When the capacitors have been charged up and the simulator is ready for operation, the power cable is unplugged from the side of the craft, and it becomes a self-contained world. The only communication with the occupants and instruments inside is by radio. (The operation of the craft apparently interferes with some radio frequencies but not others.) Because the distances are only a matter of feet in this case, there is no need for external antennas, only antenna "spots" on the hull where transmissions are set and received.
If J-2 was present at a simulator test, he would be either inside the craft or outside at one of many consoles in the room. He would be looking at numbers or graphs to gauge the performance of whatever device he was testing.
Masses and their distribution seem to be of critical concern inside the craft. A craft that was built for four people might not work for six. The different masses affect the gravity "envelope". How the masses are distributed is important, too. For this reason, a saucer can not carry much payload. Very big saucers apparently present a lot of technical difficulties. 10 meter models are standard; if there are significantly bigger ones buzzing around, they probably aren't ours.
Although mass and its distribution are critical, the craft does not have to be balanced -- at least the operational craft does not. For example, the flight deck on one side of the saucer does not have to be balanced by a counterweight on the other side. As long as the configuration of the gravity system takes this into account, the craft will still fly.
On the simulator, however, balancing on the ball is a concern when powered down. Thus, the flight deck on one side is balanced by the large capacitors distributed toward the other side.
You cannot release masses from the saucer while in flight, so it is not suitable as a weapons delivery system. So what good is it, then? This is not something that J-2 thought much about. Like many other technically inclined males of our species, he was happy to be working with cutting edge technology and interesting engineering challenges. It was not his position to ask what the technology would be used for.
What is the organization? We are still fishing for the right term. It is a quasi-governmental entity, like the post office. J-2 calls it the "satellite government," a term that is much too expansive for our liking. As far as he knows, the only mission of the project is to reproduce the saucer recovered near Kingman, AZ, in 1953 [DR#24]. Thus, we prefer to call the organization, for now, the Kingman Follow Up Project (KFUP).
KFUP started with a saucer, a 10 meter model, and the motivation to reproduce it. Where that motivation came from and how the project was authorized is not yet clear to us -- but if you had a flying saucer and you were the government, wouldn't you want to reproduce it? In any case, the program got under way quickly.
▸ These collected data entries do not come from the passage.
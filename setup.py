"""Build hook for the compiled bit-true engine core (compiler/coefc/_engine.c).

Everything else about the package is declared in pyproject.toml.  The engine core
is plain C against the CPython buffer protocol: it needs a C compiler at install
time (gcc on Linux) and no third-party headers.
"""
from setuptools import Extension, find_packages, setup

setup(
    ext_modules=[
        Extension(
            "coefc._engine",
            sources=["compiler/coefc/_engine.c"],
            extra_compile_args=["-O2", "-ffp-contract=off", "-std=c99"],
        )
    ],
    packages=find_packages("compiler") + ["coefc._builtin_targets"],
)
By "1956 or 1957," J-2 says, they began work on the simulator, which presumably paralleled the development of the operational craft. "Start-up," or the earliest testing of the first simulator model, was around 1965, and testing was completed by "1968 or 1969" -- definitely before the first moon landing. J-2 does not seem to see any irony in this.
The project might be compared to the development of the F-117A stealth. In that case, there was a need -- to evade radar -- and a solution was quickly envisioned to fulfill it -- build a plane with faceted surfaces that would reflect radar away from its source. This original goal might have been sketched on napkin. The master designer makes a few crude calculations that tells him, yes, it will fly, and on that basis the project begins. The real work, taking many years under total secrecy, is implementing that napkin.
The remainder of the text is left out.